◆ **Items listed in a dataset**
----

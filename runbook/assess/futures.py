"""Left alone: where the vessel goes if nobody does anything, and when a limit falls.

Ends are exact: the hottest room the procedure allows, and, while the source is connected, its own cut-out.
Times come from the two-lump heat balance and are an estimate; with solid in they are shown as 'about'.
"""

from __future__ import annotations

from runbook.answers import Future, LeftAlone, Margin
from runbook.apparatus.model import HeatSource
from runbook.assess.heat_time import seconds_to_pressure, seconds_to_temperature
from runbook.assess.held import held_vent, let_go, stuck_margins, stuck_pressure
from runbook.assess.limits import Extremes, closed_extremes, margins, open_extremes, worst_of
from runbook.assess.open_heat import steam_rise
from runbook.assess.scene import Scene
from runbook.assess.walk import VesselState
from runbook.quantities import NotKnown

CONNECTED = ("on", "off", "do not know")
"""Source states in which it can be stuck on: plugged in is enough."""


def hottest_source(scene: Scene, source: HeatSource) -> float | None:
    """Hottest wall with the source stuck on [K]: its cut-out, else where its power meets the loss to the room.

    None where the cut-out is not known.
    """
    if isinstance(source.cut_out, NotKnown):
        return None
    if source.cut_out is not None:
        return source.cut_out.high
    balance = scene.room_hottest + source.power.high / scene.apparatus.body.loss_to_room.low
    return balance if source.hottest is None else min(balance, source.hottest.high)


def hottest_body(scene: Scene, state: VesselState) -> float | None:
    """Hottest that the body may be while somebody is at it [K]: the room's, or its connected source's.

    None where that source's cut-out is not known.
    """
    source = scene.apparatus.heat_source
    if source is None or state.source not in CONNECTED:
        return max(scene.room_hottest, state.hot)
    hottest = hottest_source(scene, source)
    return None if hottest is None else max(scene.room_hottest, state.hot, hottest)


def left_alone(
    scene: Scene, state: VesselState, with_times: bool, stuck: bool | None = None
) -> tuple[LeftAlone, tuple[Margin, ...]]:
    """Both futures of a state and all their margins, worst a limit first.

    with_times: also when the first limit falls (integrates; not for live evaluation). stuck: whether the
    source counts as stuck on; None: whenever it is connected.
    """
    vent = held_vent(scene, state)
    if vent is not None:
        return _hand_gone(scene, state, vent, with_times)
    futures: list[Future] = []
    found: list[Margin] = []
    off, off_margins = _future(scene, state, "heat off", scene.room_hottest, with_times)
    futures.append(off)
    found += off_margins
    source = scene.apparatus.heat_source
    counts = state.source in CONNECTED if stuck is None else stuck
    if source is not None and counts and scene.assume.heat_stuck_on:
        hottest = hottest_source(scene, source)
        ends = None if hottest is None else max(hottest, scene.room_hottest)
        stuck_on, stuck_margins = _future(scene, state, "heat stuck on", ends, with_times)
        futures.append(stuck_on)
        found += stuck_margins
    known = all(f.ends_Pa is not None for f in futures)
    alone = LeftAlone(all(f.at_rest for f in futures), known, tuple(futures))
    return alone, worst_of(found)


def _hand_gone(scene: Scene, state: VesselState, vent: str, with_times: bool) -> tuple[LeftAlone, tuple[Margin, ...]]:
    """Both futures of a vessel that a hand keeps shut: the vent springs open, or it sticks."""
    hottest = hottest_body(scene, state)
    opened, found = _future(scene, let_go(scene, state, vent), f"{vent} let go", hottest, with_times)
    stuck = list(stuck_margins(scene, state, vent, hottest))
    blocked = [m for m in worst_of(stuck) if m.margin is None or m.margin <= 0.0]
    ends = stuck_pressure(scene, state, hottest).value
    limit = blocked[0].limit if blocked else None
    shut = Future(f"{vent} stuck shut", None, ends, ends is not None and not blocked, limit, None)
    futures = (opened, shut)
    known = all(f.ends_Pa is not None for f in futures)
    return LeftAlone(all(f.at_rest for f in futures), known, futures), worst_of([*found, *stuck])


def _future(
    scene: Scene, state: VesselState, cause: str, ends_K: float | None, with_times: bool
) -> tuple[Future, list[Margin]]:
    if ends_K is None:
        return Future(cause, None, None, False, None, None), []
    reach = _reach(scene, state, max(state.hot, ends_K))
    found = margins(scene, reach, state.valves, cause)
    ends = _reach(scene, state, ends_K).pressure.value
    blocked = [m for m in worst_of(found) if m.margin is None or m.margin <= 0.0]
    if not blocked:
        return Future(cause, ends_K, ends, ends is not None, None, None), found
    first, after = blocked[0].limit, None
    if with_times and state.closed:
        first, after = _first_to_fall(scene, state, cause, blocked, ends_K)
    # While solid is left the time leans on constants for its heats.
    about = state.cold < scene.substance.triple_temperature
    return Future(cause, ends_K, ends, False, first, after, about), found


def _reach(scene: Scene, state: VesselState, hot: float) -> Extremes:
    if not state.bears:
        released = state.high_kg if state.letting_down else 0.0
        return open_extremes(scene, hot, state.cold, released, steam_rise(scene, state))
    return closed_extremes(scene, state.high_kg, hot, state.cold)


def _first_to_fall(
    scene: Scene, state: VesselState, cause: str, blocked: list[Margin], ends_K: float
) -> tuple[str, float | None]:
    """(tag, seconds) of the limit that falls first; 0 s where it has fallen, None where no time is known."""
    heating = cause == "heat stuck on"
    best: tuple[str, float | None] = (blocked[0].limit, None)
    for one in blocked:
        if one.allowed is None:
            continue
        after: float | None
        if one.unit == "Pa":
            after = seconds_to_pressure(scene, state, one.allowed, heating, ends_K)
        elif one.kind == "temperature":
            after = seconds_to_temperature(scene, state, one.allowed, heating, ends_K)
        else:
            after = 0.0
        if after is not None and (best[1] is None or after < best[1]):
            best = (one.limit, after)
    return best
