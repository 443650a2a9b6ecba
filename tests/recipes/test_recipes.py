"""Every recipe of the house: planned once, and the plan holds what it promises."""

from __future__ import annotations

import json
import re
import tomllib
from dataclasses import dataclass
from pathlib import Path
from typing import Any

import pytest

from coatings.cli.main import run

HOUSE = Path(__file__).resolve().parents[2]
RECIPES = sorted((HOUSE / "recipes").glob("*.toml"))
LEAST_YIELD = 0.8
ONE_SCREEN = 30

pytestmark = pytest.mark.slow


@dataclass(frozen=True)
class Ran:
    """What ``plan`` of one recipe said and left."""

    text: str
    status: int
    said: str
    result: dict[str, Any]
    folder: Path

    @property
    def recipe(self) -> dict[str, Any]:
        """The recipe's tables."""
        return tomllib.loads(self.text)


@pytest.fixture(scope="module", params=RECIPES, ids=lambda path: path.stem)
def ran(request: pytest.FixtureRequest, tmp_path_factory: pytest.TempPathFactory) -> Ran:
    folder = tmp_path_factory.mktemp(request.param.stem)
    with pytest.MonkeyPatch.context() as patch:
        patch.setenv("COLUMNS", "80")
        said = folder / "said.txt"
        status = _run_into(said, ["plan", str(request.param), "--out", str(folder / "out")])
    return Ran(
        text=request.param.read_text(encoding="utf-8"),
        status=status,
        said=said.read_text(encoding="utf-8"),
        result=json.loads((folder / "out" / "result.json").read_text(encoding="utf-8")),
        folder=folder / "out",
    )


def _run_into(path: Path, arguments: list[str]) -> int:
    with path.open("w", encoding="utf-8") as out, pytest.MonkeyPatch.context() as patch:
        patch.setattr("sys.stdout", out)
        return run(arguments)


def test_plan_says_yes(ran: Ran) -> None:
    assert ran.status == 0


def test_every_facet_meets_its_windows_with_a_good_yield(ran: Ran) -> None:
    sides = [side for side in ("front", "rear") if ran.recipe.get(side, {}).get("windows")]
    assert sides
    for side in sides:
        taken = ran.result[side]["stacks"][ran.result[side]["chosen"]]
        assert taken["meets"]
        assert taken["margin"] >= 0
        assert taken["yield"] >= LEAST_YIELD


def test_laser_is_estimated_where_the_recipe_has_one(ran: Ran) -> None:
    laser = ran.result["laser"]
    assert (laser is not None) is ("laser" in ran.recipe)
    if laser is not None:
        assert 0 < laser["threshold_A"] < ran.recipe["laser"]["drive_A"]
        assert laser["front_W"] > 0
        assert laser["rear_W"] > 0
        assert all(limit["kept"] for limit in ran.result["limits"])


def test_summary_fits_one_screen(ran: Ran) -> None:
    lines = ran.said.splitlines()
    assert len([line for line in lines if "/" not in line]) <= ONE_SCREEN
    assert all(line == line.rstrip() for line in lines)
    assert all(len(line) <= 80 for line in lines if str(ran.folder) not in line)


def test_chosen_recipe_is_taken_by_curve(ran: Ran) -> None:
    chosen = ran.folder / "chosen.toml"
    result = ran.folder / "curve.json"
    arguments = ["--out", str(ran.folder / "c"), "--json", str(result), "--quiet"]
    assert run(["curve", str(chosen), *arguments]) == 0
    curve = json.loads(result.read_text(encoding="utf-8"))
    for side in ("front", "rear"):
        if side in ran.result:
            taken = ran.result[side]["stacks"][ran.result[side]["chosen"]]
            margins = [window["margin"] for window in curve[side]["windows"]]
            assert min(margins) == pytest.approx(taken["margin"], abs=1e-12)


def test_remarks_of_the_recipe_are_kept(ran: Ran) -> None:
    remark = re.compile(r"#.*")
    kept = (ran.folder / "chosen.toml").read_text(encoding="utf-8")
    assert remark.findall(kept) == remark.findall(ran.text)


def test_start_writes_a_recipe_that_plan_takes_unchanged(tmp_path: Path) -> None:
    assert run(["start", str(tmp_path), "--quiet"]) == 0
    out = tmp_path / "out"
    assert run(["plan", str(tmp_path / "starter.toml"), "--out", str(out), "--quiet"]) == 0
    result = json.loads((out / "result.json").read_text(encoding="utf-8"))
    for side in ("front", "rear"):
        assert result[side]["stacks"][result[side]["chosen"]]["yield"] >= LEAST_YIELD
    assert result["laser"]["front_W"] > 0
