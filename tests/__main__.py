"""Run every check of the project: ``python3 -m tests [pytest arguments]``.

Needs only the standard library to start. Makes ``.tests-venv`` beside the sources, installs the project with its test
extra there (and Debian's ``chromium`` when root and missing), runs ruff, mypy and pytest, and ends with pytest's own
closing line. With pytest arguments only pytest is run.
"""

import hashlib
import os
import shutil
import subprocess
import sys
import time
import venv
from pathlib import Path

ROOT = Path(__file__).resolve().parent.parent
ENVIRONMENT = ROOT / ".tests-venv"
PYTHON = ENVIRONMENT / ("Scripts/python.exe" if os.name == "nt" else "bin/python")


def main(arguments: list[str]) -> int:
    """Return the first exit status that is not 0, pytest last."""
    make_environment()
    install_browser()
    steps = {
        "ruff check": [PYTHON, "-m", "ruff", "check", "."],
        "ruff format": [PYTHON, "-m", "ruff", "format", "--check", "."],
        "mypy": [PYTHON, "-m", "mypy"],
    }
    failed = [name for name, command in ({} if arguments else steps).items() if run(name, command)]
    if failed:
        print(f"failed: {', '.join(failed)}", flush=True)
    wanted = arguments or ["-n", str(os.cpu_count() or 1), "--dist", "worksteal"]
    status = run("pytest", [PYTHON, "-m", "pytest", *wanted])
    return status or bool(failed)


def make_environment() -> None:
    """Make the environment, or bring it up to date when pyproject.toml or the Python changed."""
    stamp = ENVIRONMENT / "installed-for"
    wanted = hashlib.sha256((ROOT / "pyproject.toml").read_bytes() + f"{sys.version}{ROOT}".encode()).hexdigest()
    if stamp.is_file() and stamp.read_text(encoding="utf-8") == wanted:
        return
    shutil.rmtree(ENVIRONMENT, ignore_errors=True)
    venv.EnvBuilder(with_pip=True).create(ENVIRONMENT)
    status = run("install", [PYTHON, "-m", "pip", "install", "--quiet", "--editable", ".[all,test]"])
    if status:
        sys.exit(status)
    stamp.write_text(wanted, encoding="utf-8")


def install_browser() -> None:
    """Install Debian's Chromium when it is missing and this is root; without it the browser tests say so."""
    if shutil.which("chromium") or not hasattr(os, "geteuid") or os.geteuid() or not shutil.which("apt-get"):
        return
    run("apt-get update", ["apt-get", "update", "-qq"])
    run("apt-get install chromium", ["apt-get", "install", "-qq", "-y", "--no-install-recommends", "chromium"])


def run(name: str, command: list[object]) -> int:
    """Run one step in the project's folder and say how long it took."""
    print(f"== {name}", file=sys.stderr, flush=True)
    began = time.monotonic()
    environment = {**os.environ, "PYTHONUTF8": "1", "DEBIAN_FRONTEND": "noninteractive"}
    status = subprocess.run([str(part) for part in command], cwd=ROOT, env=environment, check=False).returncode
    print(f"== {name}: {time.monotonic() - began:.0f} s, status {status}", file=sys.stderr, flush=True)
    return status


if __name__ == "__main__":
    sys.exit(main(sys.argv[1:]))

----

◆ **Problem requirements**
Extract every line of the records above that contains the word "NotKnown".

◆ **Output below**
from runbook.quantities import NotKnown
    if isinstance(source.cut_out, NotKnown):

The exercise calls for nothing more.